Carmen de la Fundación Rodríguez-Acota

He vuelto después, con los alumnos, tirando de ellos como el que arrea ganado por los prados. En una ocasión llevé a un grupo de alumnas suecas, creo, adoradoras del sol, como todos los nórdicos o guiris que se precien. Era mayo, hacía un brillante día de primavera y  obviamente no vieron nada que estuviera mas abajo del sol. En cualquier poyete, banco o escalón se sentaban, no a admirar la belleza que las rodeaba, sino a tomar el sol como si nunca lo hubieran visto. Tampoco disfruté de esa visita.
Así que tenía pendiente volver con tranquilidad, pero el carmen ha estado cerrado un tiempo, y las visitas eran tan difíciles de conseguir como si quisieras ver al rey. Por fin lo han abierto para las personas normales y hoy hemos entrado a verlo. 


Vistas desde la terraza central
El Carmen de la Fundación Rodríguez Acosta no es un carmen normal del Albaicin. No hay parras, ni flores de geranios en macetas ni peroles de cobre en las paredes. Es un impresionante edificio blanco que destaca en la colina de la Alhambra encima del barrio del realejo. Es un capricho del pintor José María Rodríguez Acosta. según nos contaba el guía. Después de un viaje a París y otros lugares mas exóticos y lejanos, perdió la inspiración para su pintura y estuvo quince años sin hacer un cuadro. Decidió entonces edificar este carmen para su estudio y biblioteca.  Y allí está para que nosotros ahora podamos disfrutarlo.
Jardín de Baco

Jardín francés

Templete clásico - Salida de las Galerías al fondo
El carmen des laberinto de arquitectura en blanco con cipreses inmensos. En cada rincón de los jardines hay un muro de estos árboles, un estanque, un surtidor y unas esculturas clásicas. Hay columnas romanas, orientales, árabes.
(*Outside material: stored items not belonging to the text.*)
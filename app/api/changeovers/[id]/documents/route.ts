import { apiRoute, parseParams } from '@/lib/api/errors';
import { requireApiUser } from '@/lib/auth/session';
import { ROLE_TABLE } from '@/lib/roles';
import { changeoverForReader } from '@/lib/changeovers/access';
import { changeoverDocuments } from '@/lib/changeovers/diff';
import { changeoverIdParamSchema } from '@/lib/schemas/changeovers';

type Ctx = { params: Promise<{ id: string }> };

/** The base and proposal documents, for the rule builder's signal pickers and the scopes' labels. */
export const GET = apiRoute(async (req: Request, ctx: Ctx) => {
  const user = await requireApiUser(req, ROLE_TABLE.changeovers);
  const { id } = await parseParams(ctx.params, changeoverIdParamSchema);
  const docs = await changeoverDocuments(await changeoverForReader(user, id));
  return Response.json(docs);
});
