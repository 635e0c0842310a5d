import type { Metadata } from 'next';
import { Card, PageHeader } from '@/components/ui/card';
import { Refused } from '@/components/ui/refused';
import { SafetyCaution } from '@/components/ui/safety-caution';
import { LiveBoard } from '@/components/live/live-board';
import { CohortFindings } from '@/components/live/cohort-findings';
import { requirePageUser } from '@/lib/auth/session';
import { assignmentForWatcher, loadBoard } from '@/lib/live/board';
import { buildFindings } from '@/lib/live/findings';
import { loadOrNotFound, paramsOrNotFound } from '@/lib/pages/not-found';
import { assignmentIdParamSchema } from '@/lib/schemas/drills';
import { ROLE_TABLE } from '@/lib/roles';

export const metadata: Metadata = { title: 'Live board · Cellwright' };

/**
 * The live board of an assignment (its drill's trainer, or an admin): a tile per student of the
 * cohort, kept current by the board's stream; once the assignment has closed, what the cohort
 * found, in charts.
 */
export default async function LiveBoardPage({ params }: { params: Promise<{ id: string }> }) {
  const raw = await params;
  const { user, allowed } = await requirePageUser(`/drills/assignments/${raw.id}/live`, ROLE_TABLE.drills);
  if (!allowed) return <Refused role={user.role} needs="the drill's trainer" />;
  const { id } = paramsOrNotFound(assignmentIdParamSchema, raw);
  const { assignment, drill } = await loadOrNotFound(assignmentForWatcher(user, id));
  const { board } = await loadBoard(assignment, drill);
  const findings = board.assignment.state === 'closed' ? await buildFindings(assignment, drill) : null;
  return (
    <>
      <PageHeader
        title={`Live board: ${drill.title}`}
        description={`${assignment.cohortName} · ${board.assignment.state} · closes ${new Date(assignment.closesAt).toUTCString()}. Hidden faults are shown to you, never to students.`}
      />
      <SafetyCaution compact className="mb-4" />
      <LiveBoard initial={board} />
      {findings ? (
        <div className="mt-8">
          <Card title="What the cohort found">
            <CohortFindings findings={findings} csvHref={`/api/assignments/${assignment.id}/findings?format=csv`} />
          </Card>
        </div>
      ) : null}
    </>
  );
}
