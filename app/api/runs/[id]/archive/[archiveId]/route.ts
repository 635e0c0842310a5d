import { apiRoute, parseParams } from '@/lib/api/errors';
import { requireApiUser } from '@/lib/auth/session';
import { runForReader } from '@/lib/runs/access';
import { runArchiveParamSchema } from '@/lib/schemas/files';
import { runArchiveDownload } from '@/lib/reports/run-archive';

type Ctx = { params: Promise<{ id: string; archiveId: string }> };

/**
 * One exported archive of a run (JSON), streamed from the bucket through the run's reader
 * check; the owner gets only archives made for the owner's own view (lib/reports/run-archive.ts).
 */
export const GET = apiRoute(async (req: Request, ctx: Ctx) => {
  const user = await requireApiUser(req);
  const { id, archiveId } = await parseParams(ctx.params, runArchiveParamSchema);
  const { run, reader, hiddenVisible } = await runForReader(user, id);
  return runArchiveDownload(run, reader, hiddenVisible, archiveId);
});
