import { apiRoute, ApiError } from '@/lib/api/errors';
import { parseJsonBody } from '@/lib/api/body';
import { requireApiUser } from '@/lib/auth/session';
import { ROLE_TABLE } from '@/lib/roles';
import { createCohortSchema } from '@/lib/schemas/cohorts';
import { cohortsManagedBy } from '@/lib/cohorts/access';
import { createCohort } from '@/db/cohorts';

/** Trainers list their own cohorts; admins list all. */
export const GET = apiRoute(async (req: Request) => {
  const user = await requireApiUser(req, ROLE_TABLE.cohorts);
  return Response.json({ cohorts: await cohortsManagedBy(user) });
});

/** Trainers and admins create a cohort they then own. */
export const POST = apiRoute(async (req: Request) => {
  const user = await requireApiUser(req, ROLE_TABLE.cohorts);
  const body = await parseJsonBody(req, createCohortSchema);
  const result = await createCohort(user.id, body);
  if (!result.ok) throw new ApiError(409, 'You already have a cohort with this name.', { name: ['Choose another name.'] });
  return Response.json({ cohort: result.cohort }, { status: 201 });
});
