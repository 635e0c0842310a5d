import { apiRoute, parseQuery } from '@/lib/api/errors';
import { requireApiUser } from '@/lib/auth/session';
import { ROLE_TABLE } from '@/lib/roles';
import { userListQuerySchema } from '@/lib/schemas/admin';
import { listUsers } from '@/db/users';

/** Admin: one page of users with search, role filter and sort. */
export const GET = apiRoute(async (req: Request) => {
  await requireApiUser(req, ROLE_TABLE.administer);
  const query = parseQuery(req, userListQuerySchema);
  const { rows, total } = await listUsers(query);
  return Response.json({ users: rows, total, page: query.page, pageSize: query.pageSize });
});
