@dataclass
class Claim:
    """A validated claim file.

    Attributes
    ----------
    path, title : str
    reference : str or None
        The paper, as the claim file names it.
    study : infer.files.study.Study
        The claim as a study whose parameters are all fixed at the claimed values.
    intervals : dict of str to (float, float)
        The authors' 95 % intervals of parameters, where given.
    statements : dict of str to Statement
        The ``[claimed]`` frequencies, incidence and load.
    mode : str or None
        Which births count as affected in ``statements["incidence"]``.
    approximation : str or None
        The formula the authors used.
    mu_scale : str
        ``"locus"`` or ``"nucleotide"``: what the claimed mu is a rate of.
    species : str or None
        The species studied (``[claimed] species``); None is read as human, the
        population of the built-in mutation-rate ranges.
    tolerance : float
        Relative rounding allowed between a stated number and the value implied.
    seed : int
        Seed of the draws from the claim's uncertainty.
    alternatives : infer.files.compare_table.CompareSettings
        The priors under which the check fits each alternative explanation, and the
        founding's age (``founder_generations``; None: no founder alternative).
    """

    path: str
    title: str
    reference: str | None
    study: Study
    intervals: dict[str, tuple[float, float]] = field(default_factory=dict)
    statements: dict[str, Statement] = field(default_factory=dict)
    mode: str | None = None
    approximation: str | None = None
    mu_scale: str = "locus"
    species: str | None = None
    tolerance: float = DEFAULT_TOLERANCE
    seed: int = DEFAULT_SEED
    alternatives: CompareSettings = field(default_factory=CompareSettings)

    @property
    def values(self) -> dict[str, float]:
        """Every life-cycle parameter at its claimed value, in canonical order."""
        return {name: float(self.study.parameters[name].value) for name in PARAMETERS}

    @property
    def history_values(self) -> dict[str, float]:
        """The claimed values only a ``[history]`` reads (``q_founder``), if given."""
        return {name: float(self.study.parameters[name].value)
                for name in HISTORY_PARAMETERS if name in self.study.parameters}

    @property
    def inheritance(self) -> str:
        """``"autosomal"`` or ``"x-linked"``."""
        return self.study.inheritance


def load_claim(path) -> Claim:
    """Read and validate a claim file.

    Parameters
    ----------
    path : str or os.PathLike
        The TOML file; error messages name it as given.

    Raises
    ------
    InputError
        Unreadable, not UTF-8 or invalid TOML, or any problem of :func:`parse_claim`.
    """
    source = str(path)
    text = read_text(path)
    try:
        document = tomllib.loads(text)
    except tomllib.TOMLDecodeError as error:
        raise invalid_toml(error, source=source) from None
    return parse_claim(document, source=source)


def parse_claim(document: Any, *, source: str) -> Claim:
    """Validate a parsed claim document and build the :class:`Claim`.

    Parameters
    ----------
    document : dict
        The output of ``tomllib``.
    source : str
        The file name for error messages.

    Raises
    ------
    InputError
        With ``source`` set and the field of the first problem found.
    """
    try:
        return _parse(document, source)
    except InputError as error:
        raise error.located(source=source) from None
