matplotlib.use("Agg")
import matplotlib.pyplot as plt  # noqa: E402
import numpy as np  # noqa: E402
import pytest  # noqa: E402
from scipy import stats  # noqa: E402

from infer.core.balance import q_hat  # noqa: E402
from infer.inference.exact import ExactPosterior  # noqa: E402
from infer.reporting.plots import figures as plots  # noqa: E402
from infer.reporting.plots.common import axis_label  # noqa: E402
from infer.reporting.plots.save import plain_text  # noqa: E402
from infer.jobs.estimate.results import EstimateResult  # noqa: E402
from infer.files.study import parse_study  # noqa: E402

PNG_SIGNATURE = b"\x89PNG\r\n\x1a\n"  # PNG specification (W3C 2003), section 5.2


# ---------------------------------------------------------------- synthetic results


def _closed_form_q_dominant(mu, s):
    """Exact autosomal q_hat for h = 1, F = 0, nu = 0 (derived).

    docs/model.md: (1-F)(1-2h)s q^2 + [(1-F)hs(1+mu) + Fs] q = mu; with h = 1 and
    F = 0 this is s q^2 - s(1+mu) q + mu = 0, whose smaller (stable) root is
    q = [(1+mu) - sqrt((1+mu)^2 - 4 mu / s)] / 2, written cancellation-free as
    2 mu / (s [(1+mu) + sqrt((1+mu)^2 - 4 mu / s)]).
    """
    mu, s = np.asarray(mu, float), np.asarray(s, float)
    disc = (1 + mu) ** 2 - 4 * mu / s
    return np.where(disc >= 0, 2 * mu / (s * ((1 + mu) + np.sqrt(np.abs(disc)))), np.nan)


DEFAULT_OBSERVATIONS = [
    {"kind": "allele-count", "label": "island survey", "observed": 3, "sampled": 20000},
    {"kind": "genotype-count", "label": "clinic panel", "AA": 4990, "Aa": 10, "aa": 0},
    {"kind": "affected", "label": "birth registry", "affected": 12, "total": 100000,
     "mode": "dominant"},
]


def _make_result(free, *, chains=4, draws=400, walkers=8, grid=True, nan_share=0.0,
                 observations=None, inheritance="autosomal", seed=0,
                 title="Fictional island registry"):
    """A well-formed EstimateResult with a known posterior.

    Posterior: log10 mu ~ N(-5, 0.01), s ~ N(0.3, 0.02), h ~ N(0.6, 0.05); priors
    mu log-uniform(1e-8, 1e-3), s and h uniform(0, 1); fixed values mu 1e-5, s 0.3, h 1.
    """
    rng = np.random.default_rng(seed)
    priors = {"mu": {"prior": "log-uniform", "low": 1e-8, "high": 1e-3},
              "s": {"prior": "uniform", "low": 0.0, "high": 1.0},
              "h": {"prior": "uniform", "low": 0.0, "high": 1.0}}
    fixed = {"mu": 1e-5, "s": 0.3, "h": 1.0}
    document = {
        "title": title, "inheritance": inheritance,
        "model": "deterministic", "interval": 0.95,
        "parameters": {n: priors[n] if n in free else fixed[n] for n in fixed},
        "observations": DEFAULT_OBSERVATIONS if observations is None else observations,
    }
    study = parse_study(document, source="study.toml")
    assert study.free == list(free), f"synthetic study frees {study.free}, wanted {free}"
    centre = {"mu": (-5.0, 0.01), "s": (0.3, 0.02), "h": (0.6, 0.05)}
    posterior, prior, summary_params = {}, {}, {}
    for name in free:
        m, sd = centre[name]
        z = rng.normal(m, sd, (chains, draws))
        posterior[name] = 10.0**z if name == "mu" else np.clip(z, 1e-6, 1.0)
        prior[name] = study.parameters[name].sample(rng, 2000)[None, :]
        lo, hi = np.quantile(posterior[name], [0.025, 0.975])
        summary_params[name] = {"median": float(np.median(posterior[name])), "lower": lo,
                                "upper": hi, "scale": study.parameters[name].sampling_scale_name}
    values = {n: posterior.get(n, fixed[n]) for n in ("mu", "s", "h")}
    q = q_hat(values["mu"], values["s"], values["h"]) * np.ones((chains, draws))
    if nan_share:
        q[rng.random(q.shape) < nan_share] = np.nan
    derived = {"q_hat": q.reshape(1, -1)}
    if inheritance == "x-linked":
        derived.update(q_male=1.5 * derived["q_hat"], q_female=0.75 * derived["q_hat"])
    replicated = [rng.binomial(20000, 1.5e-4, (1, chains * draws)).astype(float)
                  for _ in study.observations]
    predictive = [{"label": o.label, "kind": o.kind, "statistic": o.statistic_name,
                   "observed": float(o.statistic()), "expected_median": 3.0,
                   "p_value": 0.42 + 0.1 * i} for i, o in enumerate(study.observations)]
    steps = draws // walkers
    trace_walkers = {n: posterior[n].reshape(chains, steps, walkers) for n in free}
    grid_part = None
    if grid and len(free) <= 2:
        axes, marginal, quantiles = {}, {}, {}
        for name in free:
            m, sd = centre[name]
            if name == "mu":
                x = np.geomspace(10 ** (m - 6 * sd), 10 ** (m + 6 * sd), 301)
                # normal in log10 x -> density in x is the normal pdf / (x ln 10)
                marginal[name] = stats.norm.pdf(np.log10(x), m, sd) / (x * math.log(10))
            else:
                x = np.linspace(m - 6 * sd, m + 6 * sd, 301)
                marginal[name] = stats.norm.pdf(x, m, sd)
            axes[name] = x
            quantiles[name] = {"median": m, "lower": m - 1.96 * sd, "upper": m + 1.96 * sd}
        grid_part = ExactPosterior(list(free), axes, marginal, quantiles, points=301)
    return EstimateResult(
        study=study, free=list(free), posterior=posterior, prior=prior, derived=derived,
        trace_walkers=trace_walkers, burn_in=200,
        log_likelihood=np.zeros((chains, draws, len(study.observations))),
        replicated=replicated,
        summary={"interval": 0.95, "parameters": summary_params, "predictive": predictive},
        grid=grid_part,
    )


# ---------------------------------------------------------------- helpers


def _visible_axes(figure):
    return [ax for ax in figure.axes if ax.get_visible()]


def _has_label(ax, which):
    """The axis is labelled, or shares its axis with a labelled sibling."""
    get = (lambda a: a.get_xlabel()) if which == "x" else (lambda a: a.get_ylabel())
    shared = ax.get_shared_x_axes() if which == "x" else ax.get_shared_y_axes()
    return any(get(a).strip() for a in shared.get_siblings(ax))


def _all_labels(figure):
    return {" ".join(t.split()) for ax in figure.axes for t in (ax.get_xlabel(), ax.get_ylabel())}


def _labels(artists):
    """Legend labels of artists, leaving out matplotlib's private ``_child`` names."""
    return sorted(a.get_label() for a in artists if not a.get_label().startswith("_"))


def _tick_texts(ax):
    """Every non-empty tick label text of both axes (major and minor), after a draw."""
    texts = []
    for axis in (ax.xaxis, ax.yaxis):
        for minor in (False, True):
            texts += [t.get_text() for t in axis.get_ticklabels(minor=minor) if t.get_text()]
    return texts


def _drawn(figure):
    """Draw ``figure`` as qhat does (inside plain_text) so tick labels are formatted."""
    with plain_text():
        figure.savefig(io.BytesIO(), format="png", dpi=40)
    return figure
Hay una cúpula hecha con con cipreses, un balcón de piedra de Salamanca, una pila bautismal renacentista convertida en fuente, un templete griego, un jardín árabe, un teatro con columnas romanas, fuente árabe, y plintos art-deco, la copia de un friso del partenón, otra copia de la Cantoria de Donatello, una copia de la Venus de Canova, una escultura original de Baco, un cenotafio de una monja castellana que murió a los 80 años, ....
Detalle
Otro detalle
En el criptopórtico sobre una fuente hay una bóveda con un curioso efecto acústico por el que los pasos y las voces resuenan con un eco infinito.  También se visitan, con mucha precaución,  unas galerías subterráneas que se introducen en el corazón de la tierra. Alguien podría escribir una de esas novelas pseudo-históricas tan de moda sobre estas galerías que nadie sabe para qué se hicieron y a dónde van a parar.
La fuente bajo la bóveda del criptopórtico

Las galerías subterráneas

Por todos sitios se encuentran maravillosos detalles.
Aquí podéis hacer una visita virtual
  Cuando acabamos la visita al carmen, fuimos a ver el Instituto Gómez Moreno, un museo donde se recoge el legado del arqueólogo e historiador granadino que coleccionó durante toda su vida obras de arte. Su familia cedió su colección a la Fundación Rodríguez-Acosta que hizo un edificio adjunto al carmen para instalar este Legado Gómez-Moreno
No tengo fotos de la exposición pero os aseguro que también es muy interesante. El edificio es del año 1982 y fue diseñado por
José María García de Paredes Barreda.

Os recomiendo que pongáis el Carmen de la Fundación Rodríguez-Acosta (Callejón del Niño del Royo) en vuestra lista de visitas pendientes. Estaré encantada de acompañaros a verlo.